= PteroDynamics =

American aerospace company

PteroDynamics is an aerospace company based in Colorado, United States. The company targets passenger and air cargo for commercial and military applications, including air taxi, agriculture, aerial inspections, and medevac.

== History ==
Dr. Val Petrov founded PteroDynamics in 2017.

In August 2021 the US Naval Air Warfare Center Aircraft Division (NAWCAD) contracted with the company to supply Transwing drones for the Blue Water Maritime Logistics UAS (BWUAS) program. In September 2022, NAWCAD announced that it had taken delivery of its first uncrewed PteroDynamics XP-4 Transwing.

In February 2023, the company completed a $7.5 million seed round funded by Kairos Ventures, Lavrock Ventures and CS Venture Opportunities Fund. In October, the company demonstrated the autonomous landing and take off of its Transwing cargo drone from USNS Burlington.

In October 2024, it was reported that the company was forming a network of distributors for its Transwing autonomous VTOL utility aircraft.

In December 2024, Babcock was announced to have partnered with the company on developing tactical unmanned aerial systems in New Zealand and Australia.

== Transwing ==
The Transwing is an aircraft claimed to be capable of electric vertical takeoff and landing (eVTOL) flight for advanced air mobility (AAM) applications. The PteroDynamics passenger concept design is optionally battery- or hybrid-powered.

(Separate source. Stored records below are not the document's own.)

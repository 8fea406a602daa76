"""Stable item ids on audit findings, the append-only review_note table, `kerma note`."""

from __future__ import annotations

import datetime as dt
import shutil

import duckdb
import pytest
from typer.testing import CliRunner

from pipeline.audit import period_length, previous_period, run_audit
from pipeline.cli import app

GROUP = "site, device_key, exam_type, quantity, population, stratum, phantom"


def _ids(db, table, key):
    with duckdb.connect(str(db), read_only=True) as con:
        return dict(con.execute(f"select {key}, item_id from {table}").fetchall())


def test_period_length_and_previous_period():
    assert period_length(dt.date(2026, 10, 1), dt.date(2026, 11, 1)) == "1 month"
    assert period_length(dt.date(2026, 9, 1), dt.date(2026, 12, 1)) == "3 months"
    assert period_length(dt.date(2026, 10, 5), dt.date(2026, 10, 15)) == "10 days"
    assert previous_period(dt.date(2026, 1, 1), dt.date(2026, 2, 1)) == (dt.date(2025, 12, 1),
                                                                        dt.date(2026, 1, 1))
    assert previous_period(dt.date(2026, 10, 5), dt.date(2026, 10, 15)) == (dt.date(2026, 9, 25),
                                                                           dt.date(2026, 10, 5))


def test_every_finding_has_an_item_id_unique_in_its_table(monthly):
    with duckdb.connect(str(monthly), read_only=True) as con:
        for table, key in (("audit_medians", GROUP), ("dose_alerts", "study_key, rule"),
                           ("drift_flags", "device_key, exam_type, quantity")):
            n, n_ids, n_null = con.execute(
                f"select count(*), count(distinct item_id), count(*) - count(item_id) from {table}"
            ).fetchone()
            assert n_null == 0, table
            assert n_ids == con.execute(f"select count(distinct ({key})) from {table}").fetchone()[0]
        assert con.execute("select count(*) from dose_alerts").fetchone()[0] > 0


def test_the_same_group_next_month_keeps_its_item_id(monthly, tmp_path):
    copy = tmp_path / "kerma.duckdb"
    shutil.copyfile(monthly, copy)
    key = f"concat_ws('|', {', '.join(f'coalesce({c}, chr(0))' for c in GROUP.split(', '))})"
    november = _ids(copy, "audit_medians", key)
    run_audit(copy, period="2026-10")
    october = _ids(copy, "audit_medians", key)
    shared = set(october) & set(november)
    assert len(shared) > 10
    assert all(october[k] == november[k] for k in shared)
    # a quarter is another finding than a month of the same room
    run_audit(copy, date_from=dt.date(2026, 9, 1), date_to=dt.date(2026, 11, 30))
    quarter = _ids(copy, "audit_medians", key)
    assert not set(quarter.values()) & set(october.values())


def test_audit_finding_keeps_each_audited_period(monthly):
    with duckdb.connect(str(monthly), read_only=True) as con:
        rows = dict(con.execute("select period, count(*) from audit_finding group by all").fetchall())
        actions = {r[0] for r in con.execute("select distinct action from audit_finding").fetchall()}
    assert set(rows) == {"2026-10", "2026-11"} and min(rows.values()) > 0
    assert actions <= {"patient_follow_up", "protocol_review", "statistical_review"}


def test_kerma_note_add_and_list_append_only(monthly, tmp_path):
    copy = tmp_path / "kerma.duckdb"
    shutil.copyfile(monthly, copy)
    with duckdb.connect(str(copy), read_only=True) as con:
        item = con.execute("select item_id from audit_medians where is_above_reference limit 1"
                           ).fetchone()[0]
    runner = CliRunner()
    for status, text in (("open", "looking into it"), ("explained", "detector replaced")):
        result = runner.invoke(app, ["note", "add", "--warehouse", str(copy), "--item", item,
                                     "--status", status, "--text", text, "--by", "MPE on duty"])
        assert result.exit_code == 0, result.output
        assert f"added to {item}: {status}" in result.output
    listed = runner.invoke(app, ["note", "list", "--warehouse", str(copy)], terminal_width=200)
    assert listed.exit_code == 0, listed.output
    assert "looking into it" in listed.output and "detector replaced" in listed.output
    with duckdb.connect(str(copy), read_only=True) as con:
        assert con.execute("select count(*) from review_note").fetchone()[0] == 2
        assert con.execute("select status, note_text, n_notes from latest_review_note "
                           "where item_id = ?", [item]).fetchone() == ("explained", "detector replaced", 2)


@pytest.mark.parametrize("args, message", [
    (["--item", "Mnothere", "--status", "open"], "unknown item 'Mnothere'"),
    (["--item", "X", "--status", "fixed"], "--status must be one of open, explained, action, closed"),
])
def test_kerma_note_add_refuses_bad_input_in_one_line(monthly, tmp_path, args, message):
    copy = tmp_path / "kerma.duckdb"
    shutil.copyfile(monthly, copy)
    result = CliRunner().invoke(app, ["note", "add", "--warehouse", str(copy), *args,
                                      "--text", "t", "--by", "me"], terminal_width=200)
    assert result.exit_code == 2
    assert message in result.output and len(result.output.strip().splitlines()) == 1
    with duckdb.connect(str(copy), read_only=True) as con:
        assert con.execute("select count(*) from review_note").fetchone()[0] == 0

The name refers to a wing that folds/unfolds during flight supporting both vertical and efficient, long-range flight.

The company plan is to offer the aircraft in multiple sizes, with empty weight 3-75k pounds, with wing sizes from 4–34 feet.

=== Specifications ===
Company-supplied specifications:

- Aircraft type: Long range VTOL
- Piloting: 1 pilot
- Capacity: Varies
- Empty weight: 3 lb and 75000 lb
- Propellers: 4 or 6 propellers
- Electric motors: 4 or 6 electric motors
- Power source: Batteries or combined battery/av gas
- Fuselage: Carbon fiber composite
- Window: Canopy over cockpit
- Wings: Scalable from 4 ft to 34 ft
- Tail: 1 inverted angled vertical stabilizer
- Landing gear: Retractable wheeled landing gear
- Safety: multiple propellers (or ducted fans) and motors that allow safe landing when not all motors function. Redundant critical sub-system components.